4, metabolic fingerprinting analysis (metabolic fingerprinting analysis)
High-throughput qualitative analysis of all metabolites, in order to describe a variety of physiological state of the various metabolic changes. This method is generally not quantitative analysis.
The research of biological complex system not only requires the accurate quantitative analysis (target analysis) but also the qualitative evaluation (global analysis) of the target compound, which poses a challenge to the analytical technique. On the one hand, the existing target-oriented analysis method Contradictory to the overall system-oriented analysis (comprehensiveness); on the other hand, the complexity of the sample in turn affects the reliability (specificity) of the target analysis.
To date, there is no single method for truly accurate determination of all metabolites. Therefore, methods at different levels of metabolomics are often combined to provide a comprehensive analysis of the full spectrum of metabolites on the one hand, and methods of target analysis on the other Complement the deficiencies of global analysis, so as to achieve the purpose of analyzing as many metabolic components as possible.

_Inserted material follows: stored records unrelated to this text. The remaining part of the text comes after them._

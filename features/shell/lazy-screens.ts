/**
 * Every signed-in screen as a lazy component: the routes in app/(app) re-export these, so the entry bundle
 * holds only the shell, sign-in and set-password, and each area's screens load when first opened (the
 * split points are in bundle-loaders.web.ts).
 */
import { loadSignedInFonts } from '@/components/app-fonts';
import { tokenStore } from '@/features/session';
import type { Role } from '@/features/session/schema';
import {
  account,
  admin,
  calculator,
  frame,
  inspector,
  notices,
  operator,
  review,
  rides,
  scan,
} from '@/features/shell/bundle-loaders';
import { type BundleLoader, lazyScreen, loadBundle } from '@/features/shell/lazy-screen';
import { backgroundMoment } from '@/features/shell/load-shared';

/** The bundle of each role's home (the first page after signing in). */
const homeBundle: Record<Role, BundleLoader<unknown>> = { inspector, supervisor: review, operator, admin };

/** Every area each role's navigation reaches (features/shell/nav-items.ts). */
const roleAreas: Record<Role, BundleLoader<unknown>[]> = {
  inspector: [inspector, rides, notices, calculator, account],
  supervisor: [review, rides, notices, calculator, account],
  operator: [operator, notices, account],
  admin: [admin, rides, notices, calculator, account],
};

/**
 * Starts loading the signed-in frame and the role's home together as soon as the session is known, so
 * the two arrive in parallel rather than one after the other. Then, in the background, the rest of the
 * role's areas: a signal lost right after signing in, before the service worker holds the app, must not
 * leave one of the role's pages unreachable (it never did when the app was one bundle).
 */
export function preloadSignedIn(role: Role): void {
  if (startedFor === role) {
    // Already started for the stored session as the app started (preloadStoredSession); the session the
    // server confirms is normally that one. Only the first confirmation is spared: a later sign-in starts
    // again as before.
    startedFor = null;
    return;
  }
  startedFor = null;
  // The figures' face and the icons (the pages before sign-in draw neither).
  loadSignedInFonts();
  // An inspector's device database (its worker and .wasm) starts opening as soon as the frame's code is
  // here, alongside the home screen's chunk, rather than once the frame has rendered.
  const framed = loadBundle(frame).then((m) => m.warmUp(role));
  Promise.all([framed, loadBundle(homeBundle[role])])
    .then(backgroundMoment)
    .then(async (ahead) => {
      if (ahead) for (const area of roleAreas[role]) await loadBundle(area);
    })
    // A failure shows where the component renders (the route's own error, with a retry); nothing to do here.
    .catch(() => undefined);
}

/** The role whose areas `preloadStoredSession` started loading, until the session is confirmed. */
let startedFor: Role | null = null;

/**
 * On a reload of a signed-in page (the usual way back to a phone's app, often with no signal), starts
 * loading the stored person's frame and home while the first render runs, instead of after the session
 * is confirmed: an inspector's device database then opens in its worker alongside that work. Should the
 * server answer with someone else or no one, the page shows what it answers (the chunks only arrived
 * early). Called once as the app starts (root-layout.tsx).
 */
export function preloadStoredSession(): void {
  tokenStore
    .get()
    .then((stored) => {
      if (!stored) return;
      preloadSignedIn(stored.user.role);
      startedFor = stored.user.role;
    })
    .catch(() => undefined);
}

/** The session turned out to be no one's (ended, or signed out): whoever signs in next starts afresh. */
export function forgetStoredSessionPreload(): void {
  startedFor = null;
}

export const SignedInFrame = lazyScreen(frame, 'SignedInFrame');

export const TodayScreen = lazyScreen(inspector, 'TodayScreen');
export const InspectRoute = lazyScreen(inspector, 'InspectRoute');
// Not among any role's areas: the camera's code and its decoder load when Scan (or a plate) is opened.
export const ScanScreen = lazyScreen(scan, 'ScanScreen');
export const PlateScreen = lazyScreen(scan, 'PlateScreen');

export const QueueScreen = lazyScreen(review, 'QueueScreen');
export const InspectionReviewScreen = lazyScreen(review, 'InspectionReviewScreen');

export const RidesListScreen = lazyScreen(rides, 'RidesListScreen');
export const RideCreateScreen = lazyScreen(rides, 'RideCreateScreen');
export const RideDetailScreen = lazyScreen(rides, 'RideDetailScreen');
export const RideEditScreen = lazyScreen(rides, 'RideEditScreen');
export const RideStatusScreen = lazyScreen(rides, 'RideStatusScreen');
export const RideScheduleScreen = lazyScreen(rides, 'RideScheduleScreen');
export const DesignScreen = lazyScreen(rides, 'DesignScreen');
export const DesignImportScreen = lazyScreen(rides, 'DesignImportScreen');
export const DesignEditScreen = lazyScreen(rides, 'DesignEditScreen');
export const DesignVersionScreen = lazyScreen(rides, 'DesignVersionScreen');
export const RunningLogScreen = lazyScreen(rides, 'RunningLogScreen');
export const NdtScreen = lazyScreen(rides, 'NdtScreen');
export const LogbookScreen = lazyScreen(rides, 'LogbookScreen');
export const PartsScreen = lazyScreen(rides, 'PartsScreen');
export const AuditScreen = lazyScreen(rides, 'AuditScreen');
export const ChecklistsListScreen = lazyScreen(rides, 'ChecklistsListScreen');
export const ChecklistCreateScreen = lazyScreen(rides, 'ChecklistCreateScreen');
export const ChecklistScreen = lazyScreen(rides, 'ChecklistScreen');
export const ChecklistEditScreen = lazyScreen(rides, 'ChecklistEditScreen');
export const CompaniesListScreen = lazyScreen(rides, 'CompaniesListScreen');
export const CompanyScreen = lazyScreen(rides, 'CompanyScreen');
export const CompanyEditScreen = lazyScreen(rides, 'CompanyEditScreen');
export const SitesListScreen = lazyScreen(rides, 'SitesListScreen');
export const SiteScreen = lazyScreen(rides, 'SiteScreen');
export const SiteEditScreen = lazyScreen(rides, 'SiteEditScreen');
export const SchedulesListScreen = lazyScreen(rides, 'SchedulesListScreen');
export const RoundsScreen = lazyScreen(rides, 'RoundsScreen');
export const InstrumentRegisterScreen = lazyScreen(rides, 'InstrumentRegisterScreen');
export const BulletinsListScreen = lazyScreen(rides, 'BulletinsListScreen');
export const BulletinScreen = lazyScreen(rides, 'BulletinScreen');
export const BulletinEditScreen = lazyScreen(rides, 'BulletinEditScreen');

export const NoticeListScreen = lazyScreen(notices, 'NoticeListScreen');
export const NoticeScreen = lazyScreen(notices, 'NoticeScreen');
export const RideIncidentsScreen = lazyScreen(notices, 'RideIncidentsScreen');
export const IncidentReportScreen = lazyScreen(notices, 'IncidentReportScreen');
export const IncidentScreen = lazyScreen(notices, 'IncidentScreen');

export const OperatorHome = lazyScreen(operator, 'OperatorHome');
export const DailyCheckScreen = lazyScreen(operator, 'DailyCheckScreen');

export const AdminHome = lazyScreen(admin, 'AdminHome');
export const PeopleScreen = lazyScreen(admin, 'PeopleScreen');
export const PersonScreen = lazyScreen(admin, 'PersonScreen');
export const OutboxScreen = lazyScreen(admin, 'OutboxScreen');

export const CalculatorScreen = lazyScreen(calculator, 'CalculatorScreen');

export const AccountScreen = lazyScreen(account, 'AccountScreen');
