/**
 * Design data from CSV text. Every problem is reported with its row (as in the file, 1 = the header line)
 * and column, and a file with any problem gives no data. Which cells a record fills, and how, comes from
 * the column table (`columns.ts`); this module adds the file's structure: the header, which records may
 * appear how often, and putting the schema's problems back on their cells.
 */
import { designDataSchema, partKinds, type DesignPart } from '@/features/loads/design-schema';
import {
  DESIGN_CSV_COLUMNS,
  type DesignCsvColumn,
  type FieldColumn,
  type RecordKind,
  columnOf,
  columnUnitWords,
  columnsOf,
  designCsvRecords,
  fieldsOf,
  recordFields,
} from '@/features/registry/design-file/columns';
import { type RawRecord, readCsv } from '@/features/registry/design-file/csv-text';
import {
  type ImportIssue,
  type ImportResult,
  cellPath,
  sortIssues,
} from '@/features/registry/design-file/issues';

type At = (row: number | null, column: string | null, message: string) => void;

/**
 * Where each field of the data came from in the file, to put a validation problem back on its cell. A
 * pivot's `ndt` holds the rows of its NDT plans, in the order of its list.
 */
type Origin = { row: number; kind?: DesignPart['kind']; ndt?: number[] };
type Origins = {
  source?: number;
  analysis?: number;
  bodies: Origin[];
  parts: Origin[];
  pivots: Origin[];
  seats: Origin[];
  motion: Origin[];
  rider: Partial<Record<'gx' | 'gz', number>>;
  fatigue?: number;
  details: Origin[];
};

type Fields = Record<string, unknown>;
/** The data as read, before the schema checks it. */
type Draft = {
  source?: Fields;
  analysis?: Fields;
  bodies: Fields[];
  parts: Fields[];
  pivots: Fields[];
  seats: Fields[];
  motion: Fields[];
  rider: Partial<Record<'gx' | 'gz', Fields>>;
  /** NDT plans as read, each with its row and the joint its pivot is found by once every row is read. */
  ndt: { row: number; joint: number | undefined; plan: Fields }[];
  fatigue?: Fields;
  details: Fields[];
};

/** The data's lists and the record kind of their rows. */
const listRecords = {
  bodies: 'body',
  parts: 'part',
  pivots: 'pivot',
  seats: 'seat',
  motion: 'motion',
} as const;
type ListName = keyof typeof listRecords;
const isList = (key: PropertyKey | undefined): key is ListName =>
  key === 'bodies' || key === 'parts' || key === 'pivots' || key === 'seats' || key === 'motion';

const numberPattern = /^[+-]?(\d+\.?\d*|\.\d+)([eE][+-]?\d+)?$/;
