import { Link } from 'expo-router';
import { StyleSheet, View } from 'react-native';

import { Logo } from '@/components/logo';
import { Text } from '@/components/text';
import { colors, space } from '@/components/theme';

export function NotFoundScreen() {
  return (
    <View style={styles.root}>
      <Logo />
      <Text variant="title">This page does not exist</Text>
      <Text muted>The link may be old, or the page was moved.</Text>
      <Link href="/" style={styles.link}>
        <Text variant="heading" color={colors.accent}>
          Go to your start page
        </Text>
      </Link>
    </View>
  );
}

const styles = StyleSheet.create({
  root: { flex: 1, alignItems: 'center', justifyContent: 'center', gap: space.md, padding: space.xl },
  link: { padding: space.md },
});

The theoretical methods of constructing phylogenetic tree mainly include distance-based methods UPGMA, ME (Minimum Evolution) and NJ (Neighbor-Joining). In addition, methods such as MP (Maximum parsimony), ML (Maximum likelihood) and Bayesian inference are also included. Which UPGMA method has been less used. Here's a brief introduction of the three most commonly used methods.
1, Neighbor-Joining (NJ):
The method minimizes the total distance of the system tree by determining the nearest or adjacent pairs of taxa. Adjacent means that two taxa are connected by only one node in a rootless-bifurcated tree. By sequentially merging adjacent points into new points, a corresponding topological tree can be established.

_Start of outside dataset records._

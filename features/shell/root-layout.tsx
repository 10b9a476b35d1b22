import { QueryClient, QueryClientProvider } from '@tanstack/react-query';
import { Slot } from 'expo-router';
import { useState } from 'react';
import { Platform, StyleSheet, View } from 'react-native';
import { SafeAreaProvider } from 'react-native-safe-area-context';

import { Spinner } from '@/components/spinner';
import { useAppFonts } from '@/components/app-fonts';
import { colors } from '@/components/theme';
import { makeQueryClient } from '@/features/api';
import { preloadStoredSession } from '@/features/shell/lazy-screens';

// A reload of a signed-in page starts fetching its screens now rather than after the first render and the
// session's confirmation (the web's chunks; a phone has all its code already).
if (Platform.OS === 'web') preloadStoredSession();

/** Every page's frame: the fonts and one query client (the update prompt comes with sign-in: signed-in-frame.tsx). */
export function RootLayout() {
  const fontsReady = useAppFonts();
  const [client] = useState<QueryClient>(makeQueryClient);
  if (!fontsReady) {
    return (
      <View style={styles.splash}>
        <Spinner color={colors.chromeText} />
      </View>
    );
  }
  return (
    <SafeAreaProvider>
      <QueryClientProvider client={client}>
        <Slot />
      </QueryClientProvider>
    </SafeAreaProvider>
  );
}

const styles = StyleSheet.create({
  splash: { flex: 1, alignItems: 'center', justifyContent: 'center', backgroundColor: colors.chrome },
});
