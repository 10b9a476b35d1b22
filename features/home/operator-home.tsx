import { QueryState } from '@/components/query-state';
import { Screen, SectionTitle } from '@/components/screen';
import { StatRow, StatTile } from '@/components/stat-tile';
import { RoleGate } from '@/features/auth/role-gate';
import { useRidesQuery } from '@/features/rides/api';
import { RideGrid } from '@/features/rides/ride-grid';

/** Operator's start page: their company's rides and the status the inspection body has set. */
export function OperatorHome() {
  const rides = useRidesQuery();
  return (
    <RoleGate roles={['operator']}>
      {(user) => (
        <Screen title="My rides" subtitle={user.companyName ?? undefined}>
          <QueryState query={rides} empty={(r) => r.length === 0}>
            {(list) => (
              <>
                <StatRow>
                  <StatTile value={list.length} label="Rides" />
                  <StatTile value={list.filter((r) => r.status === 'in_service').length} label="In service" />
                  <StatTile
                    value={list.filter((r) => r.status !== 'in_service').length}
                    label="Restricted or stopped"
                  />
                </StatRow>
                <SectionTitle>Rides and their status</SectionTitle>
                <RideGrid rides={list} showOperator={false} />
              </>
            )}
          </QueryState>
        </Screen>
      )}
    </RoleGate>
  );
}
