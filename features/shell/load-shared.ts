/** A phone's bundle is one file: nothing is shared between chunks (see load-shared.web.ts). */
export function loadShared(): Promise<void> {
  return Promise.resolve();
}

/** Nothing to load ahead: the whole app is in the bundle. */
export function backgroundMoment(): Promise<boolean> {
  return Promise.resolve(false);
}
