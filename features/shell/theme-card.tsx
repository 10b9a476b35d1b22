import { useState } from 'react';

import { Card } from '@/components/card';
import { Segmented } from '@/components/segmented';
import { Text } from '@/components/text';
import { colors } from '@/components/theme';
import { applyThemeChoice, themeChoiceShowsAtOnce } from '@/components/theme-colors';
import { type ThemeChoice } from '@/components/theme-resolve';
import { readThemeChoice } from '@/components/theme-store';

const options: { value: ThemeChoice; label: string }[] = [
  { value: 'system', label: 'System' },
  { value: 'light', label: 'Light' },
  { value: 'dark', label: 'Dark' },
];

/**
 * The colour theme on this device: as the system is set, or always light or dark. The web shows a new
 * choice at once; a phone builds its styles at start, so it shows it when the app is next opened.
 */
export function ThemeCard() {
  const [choice, setChoice] = useState<ThemeChoice>(readThemeChoice);
  const [unsaved, setUnsaved] = useState(false);
  const choose = (next: ThemeChoice) => {
    setUnsaved(!applyThemeChoice(next));
    setChoice(next);
  };
  return (
    <Card testID="theme-card">
      <Text variant="heading" accessibilityRole="header">
        Colour theme
      </Text>
      <Text muted>
        System follows this device&apos;s light or dark setting. The choice is kept on this device only.
      </Text>
      <Segmented label="Colour theme" value={choice} options={options} onChange={choose} />
      {themeChoiceShowsAtOnce ? null : (
        <Text variant="small" muted>
          On this phone a new choice shows the next time Pivotwatch is opened.
        </Text>
      )}
      {unsaved ? (
        <Text variant="small" color={colors.danger}>
          This device would not store the choice, so it will not last.
        </Text>
      ) : null}
    </Card>
  );
}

2, Maximum likelihood method (ML):
The earliest application in phylogenetic analysis was based on the analysis of gene frequency data. Later analysis based on molecular sequences also introduced the method of maximum likelihood analysis. In the maximum likelihood analysis, a specific alternative model is selected to analyze a given set of sequence data such that the likelihood of each topology obtained is the maximum, and then the one with the highest likelihood is singled out Structure as the optimal tree. In the analysis of the maximum likelihood method, the parameter under consideration is not the topology but the branch length of each topology, and the branch length is estimated from the maximum value of the likelihood sphere. The process of establishing the maximum likelihood method is a time-consuming process because of the large amount of computation involved in the analysis and each step taking into account all the possibilities of internal nodes. The maximum likelihood method is also a relatively mature statistical method of parameter estimation. It has a good statistical theory foundation. When the sample size is very large, the likelihood method can obtain the minimum variance of the parameter statistics. As long as a reasonable and correct alternative model is used, the maximum likelihood method can derive a good evolutionary tree result.